:: Material provided ::
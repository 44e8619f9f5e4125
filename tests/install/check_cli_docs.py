#!/usr/bin/env python3
# SPDX-License-Identifier: MIT
"""Keeps the manual page, the bash completion and `--version` in step with the CLI itself.

  check_cli_docs.py man        --cli BIN --man docs/rackreach.1 --version X.Y.Z
  check_cli_docs.py completion --cli BIN --completion app/cli/completion/rackreach.bash --repo DIR --data DIR
  check_cli_docs.py version    --cli BIN --version X.Y.Z [--gui BIN] [--qt yes|no]

The subcommands, their options and the options' choices are read from `rackreach --help` and every
`rackreach SUB --help` (CLI11's own help), so a new subcommand or option fails these checks until the manual page
and the completion name it.
"""
import argparse
import os
import re
import subprocess
import sys
from pathlib import Path


def help_of(cli, words):
    r = subprocess.run([cli, *words, "--help"], capture_output=True, text=True)
    if r.returncode != 0:
        raise SystemExit(f"`rackreach {' '.join(words)} --help` exited {r.returncode}: {r.stderr}")
    return r.stdout


def parse_help(text):
    """(options {name: [choices]}, subcommands [names]) of one CLI11 help text."""
    options, subcommands, section = {}, [], None
    for line in text.splitlines():
        if re.match(r"^\S.*:$", line):
            section = line[:-1]
            continue
        m = re.match(r"^  (\S+)", line)
        if not m or not section:
            continue
        if section == "Options" and m.group(1).startswith("-"):
            names = m.group(1).split(",")
            choices = re.search(r":\{([^}]*)\}", line)
            for n in names:
                options[n] = choices.group(1).split(",") if choices else []
        elif section == "Subcommands":
            subcommands.append(m.group(1))
    return options, subcommands


def command_tree(cli):
    """{"": top-level options, "assess": its options, "population show": ...} and the subcommand lists."""
    tree, subs = {}, {}

    def walk(words):
        options, children = parse_help(help_of(cli, words))
        tree[" ".join(words)] = options
        subs[" ".join(words)] = children
        for c in children:
            walk(words + [c])

    walk([])
    return tree, subs


def check_man(a, tree, failures):
    roff = Path(a.man).read_text(encoding="utf-8")
    th = re.search(r'^\.TH RACKREACH 1 "[^"]*" "rackreach ([^"]+)"', roff, re.M)
    if not th or th.group(1) != a.version:
        failures.append(f"the .TH line must name rackreach {a.version} (the project's version)")
    text = re.sub(r"\\f[BIRP]", "", roff).replace("\\-", "-")
    lines = text.splitlines()
    # The COMMANDS section: each subcommand's entry runs to the next subcommand's entry.
    try:
        start = lines.index(".SH COMMANDS")
    except ValueError:
        failures.append("the manual page has no COMMANDS section")
        return
    end = next((i for i in range(start + 1, len(lines)) if lines[i].startswith(".SH ")), len(lines))
    entries, current = {}, None
    for i in range(start + 1, end):
        if lines[i - 1] == ".TP" and re.match(r"^\.B[IR]? ", lines[i]):
            words = lines[i].split(None, 1)[1].replace('"', "").split()
            name = " ".join(w for w in words if re.match(r"^[a-z][a-z-]*$", w))
            if name and name in tree:
                current = name
                entries[current] = []
                continue
        if current:
            entries[current].append(lines[i])
    global_text = "\n".join(lines[end:])
    for command, options in tree.items():
        if command and not [c for c in tree if c.startswith(command + " ")] and command not in entries:
            failures.append(f"manual page: no entry for `rackreach {command}` in COMMANDS")
            continue
        if command and command not in entries:
            continue  # a group (population): its own entries are its subcommands
        body = "\n".join(entries.get(command, [])) if command else global_text
        for opt, choices in options.items():
            if opt in ("-h", "--help") and command:
                continue  # stated once, under OPTIONS
            if not re.search(r"(^|[\s\[|(,\"])" + re.escape(opt) + r"($|[\s\]|),\"])", body, re.M):
                where = f"`rackreach {command}`" if command else "OPTIONS"
                failures.append(f"manual page: {opt} is missing from the entry of {where}")
            for c in choices:
                if c not in body:
                    failures.append(f"manual page: {command} {opt}: choice {c!r} is not named")
    for opt in ("-h", "--help", "--version"):
        if opt not in global_text:
            failures.append(f"manual page: OPTIONS must describe {opt}")
    print(f"man: {len(tree)} commands checked against {a.man}")


def complete(a, words, cwd):
    script = (f"source {sh(a.completion)}; COMP_WORDS=({' '.join(sh(w) for w in words)}); "
              f"COMP_CWORD={len(words) - 1}; _rackreach; printf '%s\\n' \"${{COMPREPLY[@]}}\"")
    env = {"PATH": os.environ.get("PATH", "/usr/bin:/bin"), "RACKREACH_DATA_DIR": a.data}
    r = subprocess.run(["bash", "--norc", "--noprofile", "-c", script], capture_output=True, text=True, cwd=cwd,
                       env=env)
    if r.returncode != 0:
        raise SystemExit(f"bash failed on {words}: {r.stderr}")
    return set(x for x in r.stdout.splitlines() if x)


def sh(s):
    return "'" + s.replace("'", "'\\''") + "'"


def check_completion(a, tree, subs, failures):
    cwd = a.repo
    n = 0
    for command, options in tree.items():
        words = ["rackreach"] + (command.split() if command else [])
        if subs[command]:
            got = complete(a, words + [""], cwd)
            n += 1
            if got != set(subs[command]):
                failures.append(f"completion of `{' '.join(words)} ` offers {sorted(got)}, not {subs[command]}")
        got = complete(a, words + ["-"], cwd)
        n += 1
        missing = set(options) - got
        if missing:
            failures.append(f"completion of `{' '.join(words)} -` lacks {sorted(missing)}")
        for opt, choices in options.items():
            if choices:
                got = complete(a, words + [opt, ""], cwd)
                n += 1
                if got != set(choices):
                    failures.append(f"completion of `{' '.join(words)} {opt} ` offers {sorted(got)}, not {choices}")
    # Files and tables.
    for words, expect in [
        (["rackreach", "assess", "sample_tasks/kitting"], "sample_tasks/kitting-store.rackreach.json"),
        (["rackreach", "reslot", "sample_tasks/kitting-store.rackreach.json", "--costs-out", "tests/data/csv/parts_m"],
         "tests/data/csv/parts_marlow_valley.csv"),
        (["rackreach", "population", "show", "ansur"], "ansur1988"),
        (["rackreach", "population", "show", "ansur"], "ansur2"),
    ]:
        got = complete(a, words, cwd)
        n += 1
        if expect not in got:
            failures.append(f"completion of `{' '.join(words)}` lacks {expect} (offers {sorted(got)})")
    # --option=value: bash splits the word at '='.
    for words in (["rackreach", "assess", "--format", "=", ""], ["rackreach", "assess", "--format", "="]):
        got = complete(a, words, cwd)
        n += 1
        if got != set(tree["assess"]["--format"]):
            failures.append(f"completion of `{' '.join(words)}` offers {sorted(got)}")
    got = complete(a, ["rackreach", "assess", "sample_tasks/kitting"], cwd)
    if any(not g.endswith(".json") and not os.path.isdir(os.path.join(cwd, g)) for g in got):
        failures.append(f"a project file completion offers a file that is not *.json: {sorted(got)}")
    print(f"completion: {n} completions checked")


def check_version(a, failures):
    def run(cli, env_extra):
        env = {k: v for k, v in os.environ.items() if k != "RACKREACH_DATA_DIR"}
        env.update(env_extra)
        return subprocess.run([cli, "--version"], capture_output=True, text=True, env=env)

    for program, cli in [("rackreach", a.cli)] + ([("rackreach-gui", a.gui)] if a.gui else []):
        r = run(cli, {})
        lines = r.stdout.splitlines()
        if r.returncode != 0 or not lines or lines[0] != f"{program} {a.version}":
            failures.append(f"{program} --version must exit 0 and start with '{program} {a.version}': {r.stdout!r}")
            continue
        fields = dict(l.split(":", 1) for l in lines[1:] if ":" in l)
        for key in ("commit", "compiler", "build type", "Qt", "data folder"):
            if not fields.get(key, "").strip():
                failures.append(f"{program} --version: no '{key}:' line")
        qt = fields.get("Qt", "")
        if a.qt == "yes" and not re.match(r"^\s*6\.\d+", qt):
            failures.append(f"{program} --version: the Qt line must give the Qt 6 version: {qt!r}")
        if a.qt == "no" and not qt.strip().startswith("none"):
            failures.append(f"{program} --version: built without the desktop app, the Qt line must say none: {qt!r}")
        folder = fields.get("data folder", "").strip().split(" (")[0]
        if not Path(folder, "ansur2.json").is_file():
            failures.append(f"{program} --version: the data folder {folder!r} holds no ansur2.json")
        # A folder named on purpose is used as named, and a wrong one is reported as such.
        r = run(cli, {"RACKREACH_DATA_DIR": "/nonexistent/rackreach-tables"})
        if r.returncode != 0 or "none: no population tables" not in r.stdout or "/nonexistent/rackreach-tables" not in r.stdout:
            failures.append(f"{program} --version with a wrong RACKREACH_DATA_DIR must name it: {r.stdout!r}")
    print("version: checked")


def main():
    ap = argparse.ArgumentParser()
    ap.add_argument("what", choices=["man", "completion", "version"])
    ap.add_argument("--cli", required=True)
    ap.add_argument("--man")
    ap.add_argument("--completion")
    ap.add_argument("--repo", default=".")
    ap.add_argument("--data", default="")
    ap.add_argument("--version")
    ap.add_argument("--gui", default="")
    ap.add_argument("--qt", choices=["yes", "no"], default=None)
    a = ap.parse_args()
    failures = []
    if a.what == "version":
        check_version(a, failures)
    else:
        tree, subs = command_tree(a.cli)
        if len(subs[""]) < 8:
            failures.append(f"`rackreach --help` lists only {subs['']}")
        if a.what == "man":
            check_man(a, tree, failures)
        else:
            check_completion(a, tree, subs, failures)
    for f in failures:
        print("FAIL:", f)
    return 1 if failures else 0


if __name__ == "__main__":
    sys.exit(main())
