#!/usr/bin/env python3
# SPDX-License-Identifier: MIT
"""The installed layout: `cmake --install BUILD --prefix TMP` installs exactly the files of the product (no
headers, libraries, tests or tools), and the installed CLI, run with RACKREACH_DATA_DIR removed from its
environment, finds its population tables relative to itself, also after the whole prefix is moved elsewhere
(as a .deb puts it in /usr), and reviews an installed sample exactly as the build tree's CLI does.

  check_install.py --build BUILD --work TMPDIR --gui ON|OFF --cli BUILD_CLI --repo SOURCE [--cmake CMAKE]
"""
import argparse
import json
import os
import shutil
import subprocess
import sys
from pathlib import Path

SAMPLES = ["kit-cart-loading.rackreach.json", "kitting-store.rackreach.json",
           "motor-mount-truck-level.rackreach.json", "receiving-dock-us.rackreach.json"]
FILES = (["bin/rackreach",
          "share/rackreach/population/ansur1988.json", "share/rackreach/population/ansur2.json",
          "share/rackreach/population/README.md",
          "share/rackreach/rackreach-project.schema.json",
          "share/man/man1/rackreach.1.gz",
          "share/bash-completion/completions/rackreach",
          "share/doc/rackreach/README.md", "share/doc/rackreach/anthropometry.md"]
         + [f"share/rackreach/samples/{s}" for s in SAMPLES])
GUI_FILES = ["bin/rackreach-gui", "share/man/man1/rackreach-gui.1.gz", "share/applications/rackreach-gui.desktop",
             "share/icons/hicolor/scalable/apps/rackreach.svg"]


def run(cmd, env_extra=None):
    env = {k: v for k, v in os.environ.items() if k != "RACKREACH_DATA_DIR"}
    env.update(env_extra or {})
    return subprocess.run([str(c) for c in cmd], capture_output=True, text=True, env=env)


def without_input(text):
    doc = json.loads(text)
    doc.pop("input", None)
    return doc


def main():
    ap = argparse.ArgumentParser()
    ap.add_argument("--build", required=True)
    ap.add_argument("--work", required=True)
    ap.add_argument("--gui", choices=["ON", "OFF"], required=True)
    ap.add_argument("--cli", required=True, help="the build tree's rackreach, for the reference review")
    ap.add_argument("--repo", required=True)
    ap.add_argument("--cmake", default="cmake")
    a = ap.parse_args()
    failures = []
    work = Path(a.work)
    shutil.rmtree(work, ignore_errors=True)
    work.mkdir(parents=True)
    prefix = work / "prefix"
    r = run([a.cmake, "--install", a.build, "--prefix", prefix])
    if r.returncode != 0:
        print(f"FAIL: cmake --install exited {r.returncode}:\n{r.stdout}\n{r.stderr}")
        return 1

    expected = set(FILES) | (set(GUI_FILES) if a.gui == "ON" else set())
    installed = {str(p.relative_to(prefix)) for p in prefix.rglob("*") if p.is_file() or p.is_symlink()}
    for f in sorted(expected - installed):
        failures.append(f"not installed: {f}")
    for f in sorted(installed - expected):
        failures.append(f"installed but not part of the product: {f}")
    programs = ["bin/rackreach"] + (["bin/rackreach-gui"] if a.gui == "ON" else [])
    for p in programs:
        if (prefix / p).is_file() and not os.access(prefix / p, os.X_OK):
            failures.append(f"{p} is not executable")
        d = run(["readelf", "-d", prefix / p])
        if "RUNPATH" in d.stdout or "RPATH" in d.stdout:
            failures.append(f"{p} keeps a run path into the build tree")

    reference = run([a.cli, "assess", Path(a.repo, "sample_tasks/kitting-store.rackreach.json"),
                     "--format", "json"], {"RACKREACH_DATA_DIR": ""})

    def check_prefix(where):
        data = where / "share/rackreach/population"
        cli = where / "bin/rackreach"
        sample = where / "share/rackreach/samples/kitting-store.rackreach.json"
        r = run([cli, "assess", sample, "--format", "json"])
        if r.returncode != 0:
            failures.append(f"{where}: the installed CLI exits {r.returncode} on the installed sample:\n{r.stderr}")
        elif r.stderr:
            failures.append(f"{where}: the installed CLI writes to stderr:\n{r.stderr}")
        else:
            review = without_input(r.stdout)
            if not str(review.get("reach_model", {}).get("workforce", "")).startswith("ansur2"):
                failures.append(f"{where}: the review names no ansur2 workforce: {review.get('reach_model')}")
            if reference.returncode == 0 and review != without_input(reference.stdout):
                failures.append(f"{where}: the installed review differs from the build tree's")
        for s in SAMPLES:
            r = run([cli, "assess", where / "share/rackreach/samples" / s])
            if r.returncode != 0:
                failures.append(f"{where}: assess {s} exits {r.returncode}:\n{r.stderr}")
        r = run([cli, "population", "list"])
        if r.returncode != 0 or f"Population tables in {data}\n" not in r.stdout:
            failures.append(f"{where}: population list does not use {data}:\n{r.stdout}{r.stderr}")
        for p in programs:
            r = run([where / p, "--version"], {"QT_QPA_PLATFORM": "offscreen"})
            if f"data folder: {data} (installed" not in r.stdout:
                failures.append(f"{where}: {p} --version does not name {data} (installed):\n{r.stdout}")
        # An explicit folder wins, and a wrong one is named in a clear error.
        r = run([cli, "assess", sample], {"RACKREACH_DATA_DIR": "/nonexistent/rackreach-tables"})
        if r.returncode != 1 or "/nonexistent/rackreach-tables (RACKREACH_DATA_DIR)" not in r.stderr:
            failures.append(f"{where}: a wrong RACKREACH_DATA_DIR is not reported: exit {r.returncode}\n{r.stderr}")

    check_prefix(prefix)
    moved = work / "moved" / "elsewhere"
    moved.parent.mkdir()
    prefix.rename(moved)  # a relocated prefix, as a package or an unpacked archive puts it
    check_prefix(moved)
    for page in sorted(f for f in expected if f.startswith("share/man/")):
        if run(["gzip", "-t", moved / page]).returncode != 0:
            failures.append(f"{page} is not a valid gzip file")

    for f in failures:
        print("FAIL:", f)
    print(f"installed {len(installed)} files; checked at {prefix} and moved to {moved}")
    if not failures:
        shutil.rmtree(work, ignore_errors=True)
    return 1 if failures else 0


if __name__ == "__main__":
    sys.exit(main())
:::
** Problem to solve **
Once every line of the material holding the word "shutil" has been counted, report the total and nothing more.

** Response area **
3